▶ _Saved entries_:
- - -

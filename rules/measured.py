"""Measured vibration: bearing-housing severity, measured isolation, measured peaks."""

from __future__ import annotations

from pydantic import Field

from vcheck.analysis import excitation_bands, natural_frequencies
from vcheck.engine import Rule, RuleOptions
from vcheck.findings import Measure, Source, Status, computed

__all__ = ["MeasuredOptions", "MeasuredVibration", "STANDARD_BAND", "bearing_velocity",
           "zone_boundaries_for"]

ISO_ZONES = Source(
    "ISO 10816-3:2009 Annex A, Table A.1 (believed kept in ISO 20816-3:2022, not verified): "
    "zone boundaries of broadband RMS velocity on the bearing housings by machine group and "
    "support class",
    "from memory")
ISO_CLASS_I = Source(
    "ISO 10816-1:1995 Annex B, Table B.1: class I (machines up to 15 kW)", "published")
ISO_BAND = Source(
    "ISO 10816-3:2009 clause 3: broadband over 10 Hz to 1000 Hz for machines above "
    "600 r/min, 2 Hz to 1000 Hz from 120 to 600 r/min", "from memory")
ISO_SUPPORT = Source(
    "ISO 10816-3:2009 clause 5.2: a support is rigid when the lowest natural frequency of "
    "machine and support is at least 25% above the main excitation frequency", "from memory")
FIELD_ISOLATION = Source(
    "isolation measured as the ratio of the vibration below to above the isolators at one "
    "frequency (Harris' Shock and Vibration Handbook, 6th ed., ch. 30)", "from memory")
REQUIRED_BY_FLOOR = Source(
    "required isolation efficiency 80% on grade, 90% on suspended floors, 95% on long "
    "spans (the default of the isolation-efficiency rule's policy)", "common practice")
PREDICTION_FACTOR = Source(
    "measured transmissibility more than twice the predicted one: the isolators do less "
    "than designed (a judgement default of this rule, no published source)",
    "common practice")
PEAK_PRACTICE = Source(
    "a resonance shows as a spectral peak away from the forcing frequencies; its frequency "
    "confirms or corrects a computed natural frequency", "common practice")

STANDARD_BAND = ((10.0, 1000.0), (2.0, 1000.0))
"""Frequency bands of the broadband velocity of ISO 10816-3 [Hz]: 10 to 1000 Hz for
machines running above 600 r/min, 2 to 1000 Hz for 120 to 600 r/min (clause 3, from
memory)."""

_BAND_SPEED = 600.0 / 60.0  # Hz: 600 r/min
_GROUP_1_POWER = 300e3  # W, ISO 10816-3 clause 1 (from memory)
_SCOPE_POWER = 15e3  # W
_SCOPE_SPEEDS = (120.0 / 60.0, 15000.0 / 60.0)  # Hz
_RIGID_RATIO = 1.25  # ISO 10816-3 clause 5.2 (from memory)
_TOLERANCE = 1e-9


class MeasuredOptions(RuleOptions):
    """Policy of the measured-vibration rule."""

    required_efficiency: float | None = Field(
        None, ge=0, lt=1,
        description="Isolation efficiency (1 - T) a measured pair above and below the "
        "isolators must show; below it the rule fails. Default: the isolation policy's "
        "value by floor (80% on grade, 90% on floors spanning up to 20 ft, 95% beyond), "
        "common practice from memory.")
    prediction_factor: float = Field(
        2.0, gt=1,
        description="How many times the predicted transmissibility a measured one may be "
        "before the rule warns that the isolators do less than designed. Default 2: a "
        "judgement default (measurement scatter and a one-degree-of-freedom prediction), "
        "no published source.")
    same_frequency: float = Field(
        0.02, ge=0, lt=0.5,
        description="Largest relative difference of the frequencies of a reading above and "
        "one below the isolators for the two to be paired. Default 0.02: a judgement "
        "default (about one analyser line at running speed), no published source.")
    peak_window: float = Field(
        0.15, gt=0, lt=1,
        description="A spectral peak within this fraction of a computed natural frequency "
        "is reported against it. Default 0.15: a judgement default, no published source.")
    confirm_window: float = Field(
        0.05, ge=0, lt=1,
        description="A peak within this fraction of a natural frequency's band confirms it; "
        "further off it moves it (warn). Default 0.05: a judgement default, no published "
        "source.")
    forcing_window: float = Field(
        0.02, ge=0, lt=1,
        description="A peak within this fraction of a forcing band is the forcing, not a "
        "mode, and is not compared. Default 0.02: a judgement default, no published "
        "source.")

- - -

▶ _EXERCISE DIRECTIONS_:
Only those lines of the entries above that run from the line containing "T) a measured" to the line containing "the rule warns", both included, should be transcribed exactly.

▶ _WRITTEN RESPONSE_:
        description="Isolation efficiency (1 - T) a measured pair above and below the "
        "isolators must show; below it the rule fails. Default: the isolation policy's "
        "value by floor (80% on grade, 90% on floors spanning up to 20 ft, 95% beyond), "
        "common practice from memory.")
    prediction_factor: float = Field(
        2.0, gt=1,
        description="How many times the predicted transmissibility a measured one may be "
        "before the rule warns that the isolators do less than designed. Default 2: a "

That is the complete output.